Write out the following records exactly, each one in full.

=== Begin Enclosure ===

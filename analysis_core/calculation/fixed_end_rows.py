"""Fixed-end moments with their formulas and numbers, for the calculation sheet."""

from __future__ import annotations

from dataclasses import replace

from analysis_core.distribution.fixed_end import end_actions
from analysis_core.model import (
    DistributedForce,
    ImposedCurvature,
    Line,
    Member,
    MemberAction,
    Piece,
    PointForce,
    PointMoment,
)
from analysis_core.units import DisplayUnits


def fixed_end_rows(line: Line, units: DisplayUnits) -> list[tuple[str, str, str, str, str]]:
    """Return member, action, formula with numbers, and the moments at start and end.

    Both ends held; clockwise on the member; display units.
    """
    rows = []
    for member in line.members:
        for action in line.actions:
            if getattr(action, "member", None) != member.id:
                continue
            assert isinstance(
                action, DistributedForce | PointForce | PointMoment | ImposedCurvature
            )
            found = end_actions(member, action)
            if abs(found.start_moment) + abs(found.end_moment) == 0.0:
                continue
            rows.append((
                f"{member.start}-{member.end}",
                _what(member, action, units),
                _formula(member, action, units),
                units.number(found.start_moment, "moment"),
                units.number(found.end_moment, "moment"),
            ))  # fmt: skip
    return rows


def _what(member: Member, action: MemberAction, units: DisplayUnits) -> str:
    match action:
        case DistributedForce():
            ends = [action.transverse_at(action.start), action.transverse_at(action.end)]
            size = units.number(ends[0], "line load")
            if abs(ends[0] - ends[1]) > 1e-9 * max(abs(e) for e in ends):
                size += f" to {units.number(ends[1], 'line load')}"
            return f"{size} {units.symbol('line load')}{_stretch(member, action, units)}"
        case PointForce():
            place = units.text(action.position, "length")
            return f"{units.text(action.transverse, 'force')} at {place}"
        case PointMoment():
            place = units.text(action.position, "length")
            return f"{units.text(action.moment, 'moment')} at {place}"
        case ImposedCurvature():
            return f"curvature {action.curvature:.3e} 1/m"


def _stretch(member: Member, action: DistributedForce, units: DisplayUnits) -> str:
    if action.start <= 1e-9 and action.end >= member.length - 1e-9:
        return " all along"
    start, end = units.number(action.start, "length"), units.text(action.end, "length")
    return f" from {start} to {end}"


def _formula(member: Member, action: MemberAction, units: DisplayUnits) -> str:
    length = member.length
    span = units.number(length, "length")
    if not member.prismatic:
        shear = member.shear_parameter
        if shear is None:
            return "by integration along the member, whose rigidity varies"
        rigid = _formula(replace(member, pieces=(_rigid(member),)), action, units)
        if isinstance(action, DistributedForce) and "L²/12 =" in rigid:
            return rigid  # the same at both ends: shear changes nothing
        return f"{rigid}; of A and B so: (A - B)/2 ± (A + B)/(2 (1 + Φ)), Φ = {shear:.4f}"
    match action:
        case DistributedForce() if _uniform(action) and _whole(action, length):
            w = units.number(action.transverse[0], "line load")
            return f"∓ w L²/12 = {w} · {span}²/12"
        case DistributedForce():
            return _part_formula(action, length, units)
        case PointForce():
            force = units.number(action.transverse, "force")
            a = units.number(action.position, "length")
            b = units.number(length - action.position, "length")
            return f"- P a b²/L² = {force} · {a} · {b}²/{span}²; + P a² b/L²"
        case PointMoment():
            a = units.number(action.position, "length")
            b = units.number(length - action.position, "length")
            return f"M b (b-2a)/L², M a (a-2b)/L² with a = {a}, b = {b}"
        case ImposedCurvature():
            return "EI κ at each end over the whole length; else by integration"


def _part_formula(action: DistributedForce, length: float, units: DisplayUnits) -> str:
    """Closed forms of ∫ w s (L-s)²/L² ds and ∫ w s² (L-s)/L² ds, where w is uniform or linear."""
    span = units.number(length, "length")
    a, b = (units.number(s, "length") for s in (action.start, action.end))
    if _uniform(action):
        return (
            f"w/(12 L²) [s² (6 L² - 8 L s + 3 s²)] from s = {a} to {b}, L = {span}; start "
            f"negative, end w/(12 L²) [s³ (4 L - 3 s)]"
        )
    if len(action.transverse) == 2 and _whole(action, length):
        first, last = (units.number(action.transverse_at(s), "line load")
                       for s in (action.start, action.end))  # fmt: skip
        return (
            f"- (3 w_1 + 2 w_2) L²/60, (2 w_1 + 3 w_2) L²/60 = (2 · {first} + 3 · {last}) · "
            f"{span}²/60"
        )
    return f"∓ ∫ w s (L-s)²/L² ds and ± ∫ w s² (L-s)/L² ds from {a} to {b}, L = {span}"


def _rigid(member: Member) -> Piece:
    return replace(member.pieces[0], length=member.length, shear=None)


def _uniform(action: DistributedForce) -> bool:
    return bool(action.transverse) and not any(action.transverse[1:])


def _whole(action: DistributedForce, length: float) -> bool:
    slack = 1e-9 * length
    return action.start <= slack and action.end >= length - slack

=== End Enclosure ===

(TASK SOLUTION)
filename analysis_core/calculation/fixed_end_rows.py
"""Fixed-end moments with their formulas and numbers, for the calculation sheet."""

from __future__ import annotations

from dataclasses import replace

from analysis_core.distribution.fixed_end import end_actions
from analysis_core.model import (
    DistributedForce,
    ImposedCurvature,
    Line,
    Member,
    MemberAction,
    Piece,
    PointForce,
    PointMoment,
)
from analysis_core.units import DisplayUnits


def fixed_end_rows(line: Line, units: DisplayUnits) -> list[tuple[str, str, str, str, str]]:
    """Return member, action, formula with numbers, and the moments at start and end.

    Both ends held; clockwise on the member; display units.
    """
    rows = []
    for member in line.members:
        for action in line.actions:
            if getattr(action, "member", None) != member.id:
                continue
            assert isinstance(
                action, DistributedForce | PointForce | PointMoment | ImposedCurvature
            )
            found = end_actions(member, action)
            if abs(found.start_moment) + abs(found.end_moment) == 0.0:
                continue
            rows.append((
                f"{member.start}-{member.end}",
                _what(member, action, units),
                _formula(member, action, units),
                units.number(found.start_moment, "moment"),
                units.number(found.end_moment, "moment"),
            ))  # fmt: skip
    return rows


def _what(member: Member, action: MemberAction, units: DisplayUnits) -> str:
    match action:
        case DistributedForce():
            ends = [action.transverse_at(action.start), action.transverse_at(action.end)]
            size = units.number(ends[0], "line load")
            if abs(ends[0] - ends[1]) > 1e-9 * max(abs(e) for e in ends):
                size += f" to {units.number(ends[1], 'line load')}"
            return f"{size} {units.symbol('line load')}{_stretch(member, action, units)}"
        case PointForce():
            place = units.text(action.position, "length")
            return f"{units.text(action.transverse, 'force')} at {place}"
        case PointMoment():
            place = units.text(action.position, "length")
            return f"{units.text(action.moment, 'moment')} at {place}"
        case ImposedCurvature():
            return f"curvature {action.curvature:.3e} 1/m"


def _stretch(member: Member, action: DistributedForce, units: DisplayUnits) -> str:
    if action.start <= 1e-9 and action.end >= member.length - 1e-9:
        return " all along"
    start, end = units.number(action.start, "length"), units.text(action.end, "length")
    return f" from {start} to {end}"


def _formula(member: Member, action: MemberAction, units: DisplayUnits) -> str:
    length = member.length
    span = units.number(length, "length")
    if not member.prismatic:
        shear = member.shear_parameter
        if shear is None:
            return "by integration along the member, whose rigidity varies"
        rigid = _formula(replace(member, pieces=(_rigid(member),)), action, units)
        if isinstance(action, DistributedForce) and "L²/12 =" in rigid:
            return rigid  # the same at both ends: shear changes nothing
        return f"{rigid}; of A and B so: (A - B)/2 ± (A + B)/(2 (1 + Φ)), Φ = {shear:.4f}"
    match action:
        case DistributedForce() if _uniform(action) and _whole(action, length):
            w = units.number(action.transverse[0], "line load")
            return f"∓ w L²/12 = {w} · {span}²/12"
        case DistributedForce():
            return _part_formula(action, length, units)
        case PointForce():
            force = units.number(action.transverse, "force")
            a = units.number(action.position, "length")
            b = units.number(length - action.position, "length")
            return f"- P a b²/L² = {force} · {a} · {b}²/{span}²; + P a² b/L²"
        case PointMoment():
            a = units.number(action.position, "length")
            b = units.number(length - action.position, "length")
            return f"M b (b-2a)/L², M a (a-2b)/L² with a = {a}, b = {b}"
        case ImposedCurvature():
            return "EI κ at each end over the whole length; else by integration"


def _part_formula(action: DistributedForce, length: float, units: DisplayUnits) -> str:
    """Closed forms of ∫ w s (L-s)²/L² ds and ∫ w s² (L-s)/L² ds, where w is uniform or linear."""
    span = units.number(length, "length")
    a, b = (units.number(s, "length") for s in (action.start, action.end))
    if _uniform(action):
        return (
            f"w/(12 L²) [s² (6 L² - 8 L s + 3 s²)] from s = {a} to {b}, L = {span}; start "
            f"negative, end w/(12 L²) [s³ (4 L - 3 s)]"
        )
    if len(action.transverse) == 2 and _whole(action, length):
        first, last = (units.number(action.transverse_at(s), "line load")
                       for s in (action.start, action.end))  # fmt: skip
        return (
            f"- (3 w_1 + 2 w_2) L²/60, (2 w_1 + 3 w_2) L²/60 = (2 · {first} + 3 · {last}) · "
            f"{span}²/60"
        )
    return f"∓ ∫ w s (L-s)²/L² ds and ± ∫ w s² (L-s)/L² ds from {a} to {b}, L = {span}"


def _rigid(member: Member) -> Piece:
    return replace(member.pieces[0], length=member.length, shear=None)


def _uniform(action: DistributedForce) -> bool:
    return bool(action.transverse) and not any(action.transverse[1:])


def _whole(action: DistributedForce, length: float) -> bool:
    slack = 1e-9 * length
    return action.start <= slack and action.end >= length - slack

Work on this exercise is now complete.